Increasing number of block-relay-only slots and connections
#28463 proposes to increase the number of inbound connection slots for block-relay-only connections. Currently, a node has about 91 full-relay and 23 block-relay-only inbound connections (80% and 20% of 114). As currently proposed, the PR increases this to about 113 full-relay and 75 block-relay-only connections (60% and 40% of 189 = 200 - 2 - 1 - 8).
Assuming 600µs for a outbound full-relay
connection, 300µs for an inbound full-relay
and 100µs for a block-relay
connection, currently we are at 34.6ms
per second and will be at 46.4ms (increase of 34%) with the proposed change.
6.6ms more due to the new full-relay connections and 5.2ms due to the
block-relay-only connections. While spending 46.4ms per second in the message
handling thread is probably fine, a more conservative change might be to leave
the number of full-relay inbound slots largely untouched. Here, RAM and
bandwidth usage should be considered too.
currently: $$ 8 \times 600µs + 2 \times 100µs + 91 \times 300µs + 23 \times 100µs = 34600µs = 34.6ms $$ as proposed: $$ 8 \times 600µs + 2 \times 100µs + 113 \times 300µs + 75 \times 100µs = 46400µs = 46.4ms $$
Since later increasing from 2 outbound block-relay connections to 8 as proposed in #28462 is only an increase of $ 6 \times 100µs $, I don’t see a problem with this from the CPU usage side.
Some notes
- It would also be useful to have these measurements for Erlay. Maybe Erlay makes transaction relay a lot cheaper (or a lot more expensive?).

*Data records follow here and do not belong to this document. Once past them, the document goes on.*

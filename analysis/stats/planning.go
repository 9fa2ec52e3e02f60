package stats

// This file answers "how many rows does the next run need": for the
// interval of r or of the slope to reach a declared half-width, and for a
// declared power to detect a correlation.

import "math"

// planMaxN bounds the sample sizes the planning functions search; a
// requirement beyond it is reported as 0 (not reachable in practice).
const planMaxN = 1 << 40

// FisherHalfWidth returns the half-width (hi − lo)/2 of the Fisher-z
// interval of r at n rows (FisherCI), the figure NForCorrelationHalfWidth
// aims at. NaN where FisherCI is.
func FisherHalfWidth(r float64, n int, conf float64) float64 {
	lo, hi := FisherCI(r, n, conf)
	return (hi - lo) / 2
}

// NForCorrelationHalfWidth returns the smallest n ≥ 4 at which the
// Fisher-z interval of a correlation r (FisherCI: tanh(atanh r ∓
// z_{(1+conf)/2}/√(n−3))) has a half-width (hi − lo)/2 of at most
// halfWidth, planning at the given r (the observed one, or a declared
// guess): the width shrinks as r moves away from 0, so the answer holds
// for the true correlation only as far as r is near it. The half-width
// falls monotonically with n, so a bisection finds the exact smallest n.
// It returns 0 when r is NaN or |r| ≥ 1, halfWidth is not positive, conf
// lies outside (0, 1), or the n needed exceeds 2⁴⁰.
func NForCorrelationHalfWidth(r, halfWidth, conf float64) int {
	if math.IsNaN(r) || math.Abs(r) >= 1 || !(halfWidth > 0) || !(conf > 0 && conf < 1) {
		return 0
	}
	return planSearch(4, func(n int) bool { return FisherHalfWidth(r, n, conf) <= halfWidth })
}

// SlopeHalfWidth returns the half-width of the t interval of a
// least-squares slope at n rows, t_{n−2,(1+conf)/2}·residSD/(sdX·√(n−1)),
// with residSD the residual SD and sdX the SD of x (n−1 divisor). NaN for
// n < 3 or non-positive SDs.
func SlopeHalfWidth(residSD, sdX float64, n int, conf float64) float64 {
	if n < 3 || !(residSD > 0) || !(sdX > 0) || !(conf > 0 && conf < 1) {
		return math.NaN()
	}
	return TQuantile(0.5+conf/2, float64(n-2)) * residSD / (sdX * math.Sqrt(float64(n-1)))
}

// NForSlopeHalfWidth returns the smallest n ≥ 3 at which the interval of
// the slope (SlopeHalfWidth) is at most halfWidth, assuming the next run
// has the same residual SD and the same spread of x (a designed run with a
// wider x range needs fewer rows). The t quantile changes with n, so the
// n is found by bisection on the exact half-width (it falls monotonically
// with n), not by a normal approximation. It returns 0 when an input is
// not positive and finite, conf lies outside (0, 1), or n would exceed
// 2⁴⁰.
func NForSlopeHalfWidth(residSD, sdX, halfWidth, conf float64) int {
	if !(residSD > 0) || !(sdX > 0) || !(halfWidth > 0) || math.IsInf(residSD, 0) ||
		math.IsInf(sdX, 0) || !(conf > 0 && conf < 1) {
		return 0
	}
	// Start at the normal-quantile answer 1 + (z·s/(s_x·h))²: below it the
	// t quantile, larger than z, cannot meet the target.
	z := NormalQuantile(0.5+conf/2) * residSD / (sdX * halfWidth)
	start := 3
	if nz := 1 + z*z; nz > 3 && nz < planMaxN {
		start = int(nz)
	}
	return planSearch(start, func(n int) bool { return SlopeHalfWidth(residSD, sdX, n, conf) <= halfWidth })
}

// CorrelationPower returns the approximate power of the two-sided test of
// ρ = 0 at level alpha with n rows when the true correlation is r, by
// Fisher's z (atanh r is about normal with SD 1/√(n−3); Cohen 1988,
// Statistical Power Analysis for the Behavioral Sciences, 2nd ed., ch. 3):
//
//	power = Φ(|atanh r|·√(n−3) − z_{1−α/2}) + Φ(−|atanh r|·√(n−3) − z_{1−α/2})
//
// NaN for n < 4, |r| ≥ 1 or alpha outside (0, 1).
func CorrelationPower(r float64, n int, alpha float64) float64 {
	if n < 4 || math.IsNaN(r) || math.Abs(r) >= 1 || !(alpha > 0 && alpha < 1) {
		return math.NaN()
	}
	d := math.Abs(math.Atanh(r)) * math.Sqrt(float64(n-3))
	z := NormalQuantile(1 - alpha/2)
	phi := func(v float64) float64 { return math.Erfc(-v/math.Sqrt2) / 2 }
	return phi(d-z) + phi(-d-z)
}

// NForCorrelationPower returns the n needed to detect a correlation r with
// the given power by the two-sided test at level alpha, by Fisher's z
// (Lachin 1981, "Introduction to sample size determination and power
// analysis for clinical trials", Controlled Clinical Trials 2:93–113;
// Hulley et al., Designing Clinical Research, app. 6C):
//
//	n = ⌈((z_{1−α/2} + z_power)/atanh|r|)² + 3⌉
//
// (the term Φ(−d − z) of CorrelationPower, the other tail, is neglected
// as the formula does; it is below alpha/2). The common default power is
// 0.8. It returns 0 when r is NaN, 0 or |r| ≥ 1, alpha or power lies
// outside (0, 1), or n would exceed 2⁴⁰.
func NForCorrelationPower(r, alpha, power float64) int {
	if math.IsNaN(r) || r == 0 || math.Abs(r) >= 1 || !(alpha > 0 && alpha < 1) || !(power > 0 && power < 1) {
		return 0
	}
	q := (NormalQuantile(1-alpha/2) + NormalQuantile(power)) / math.Atanh(math.Abs(r))
	n := math.Ceil(q*q + 3)
	if !(n <= planMaxN) {
		return 0
	}
	return max(int(n), 4)
}

// planSearch returns the smallest n ≥ lo with ok(n), for ok monotone
// (false … false true … true), or 0 when ok(planMaxN) is false: steps of
// doubling length from lo, then bisection of the last step, so the cost is
// O(log(answer − lo)) calls of ok.
func planSearch(lo int, ok func(int) bool) int {
	if ok(lo) {
		return lo
	}
	hi := lo
	for step := 1; !ok(hi); step *= 2 {
		if hi >= planMaxN {
			return 0
		}
		lo, hi = hi, min(hi+step, planMaxN)
	}
	for hi-lo > 1 { // ok(hi), !ok(lo)
		mid := lo + (hi-lo)/2
		if ok(mid) {
			hi = mid
		} else {
			lo = mid
		}
	}
	return hi
}

// LimitsHalfWidth returns the half-width (hi − lo)/2 of the exact interval
// of a limit of agreement d̄ ± k·s at n items (see BlandAltman: the
// interval ends are d̄ + s·t′_q/√n with t′_q the q-quantiles, q =
// (1 ∓ conf)/2, of the noncentral t with n − 1 df and noncentrality
// k·√n), s·(t′_{(1+conf)/2} − t′_{(1−conf)/2})/(2√n). It does not depend on
// d̄, and is the same for either limit. NaN for n < 2, sd not positive and
// finite, k not positive or conf outside (0, 1).
func LimitsHalfWidth(sd, k float64, n int, conf float64) float64 {
	if n < 2 || !(sd > 0) || math.IsInf(sd, 0) || !(k > 0) || math.IsInf(k, 0) || !(conf > 0 && conf < 1) {
		return math.NaN()
	}
	fn := float64(n)
	nc := k * math.Sqrt(fn)
	lo := NoncentralTQuantile(0.5-conf/2, fn-1, nc)
	hi := NoncentralTQuantile(0.5+conf/2, fn-1, nc)
	return sd * (hi - lo) / (2 * math.Sqrt(fn))
}

// NForLimitsHalfWidth returns the smallest n ≥ 2 at which the exact
// interval of a limit of agreement (LimitsHalfWidth) has a half-width of
// at most halfWidth, if the next run's differences have the SD sd. The
// half-width falls monotonically with n, so the search (planSearch) finds
// the exact smallest n; it starts from below the large-n answer
// z²·(sd/halfWidth)²·(1 + k²/2), the approximate standard error of Bland
// & Altman (1999), sd·√(1/n + k²/(2(n−1))), solved for n, when that is
// above 100 (the exact interval is the wider, so the exact n is not
// smaller; the start is checked). It returns 0 when an input is not
// positive and finite, conf lies outside (0, 1), or n would exceed 2⁴⁰.
func NForLimitsHalfWidth(sd, k, halfWidth, conf float64) int {
	if !(sd > 0) || math.IsInf(sd, 0) || !(k > 0) || math.IsInf(k, 0) || !(halfWidth > 0) || !(conf > 0 && conf < 1) {
		return 0
	}
	ok := func(n int) bool { return LimitsHalfWidth(sd, k, n, conf) <= halfWidth }
	z := NormalQuantile(0.5+conf/2) * sd / halfWidth
	if approx := z * z * (1 + k*k/2); approx > 100 && approx < planMaxN {
		// Two steps of the half-width's large-n law, ∝ 1/√n, from the
		// approximate answer, then a check that the count found passes and
		// the one below it does not: the answer in about six evaluations
		// of the exact half-width where the search takes some forty at
		// 10⁶ items (each two noncentral t quantiles). Where the check
		// fails, the search below finds the answer.
		n := approx
		for range 2 {
			c := math.Ceil(n)
			h := LimitsHalfWidth(sd, k, int(c), conf)
			if !(h > 0) || math.IsInf(h, 0) {
				break
			}
			n = c * (h / halfWidth) * (h / halfWidth)
		}
		if c := math.Ceil(n); c > 2 && c < planMaxN && ok(int(c)) && !ok(int(c)-1) {
			return int(c)
		}
		if start := int(0.9 * approx); !ok(start) {
			return planSearch(start, ok)
		}
	}
	return planSearch(2, ok)
}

- These measurements were made on a server CPU core, where a 34% increase is only about 11ms per second. However, the numbers might look very different on a nearly 70% slower Raspberry Pi 4 BCM2711 Core (see this comparison).
- Since my node is pruned, this does not include IBD data, which might raise the
average time spent in
SendMessages()
(for both full-relay and block-relay connections). - Time spent in function isn’t a perfect measurement of CPU usage. For example, when sending requested blocks, a big chunk of the time might be spent waiting on disk IO.
Thanks to the MIT DCI for sponsoring the node I’ve used to measure this (and five more for related purposes!).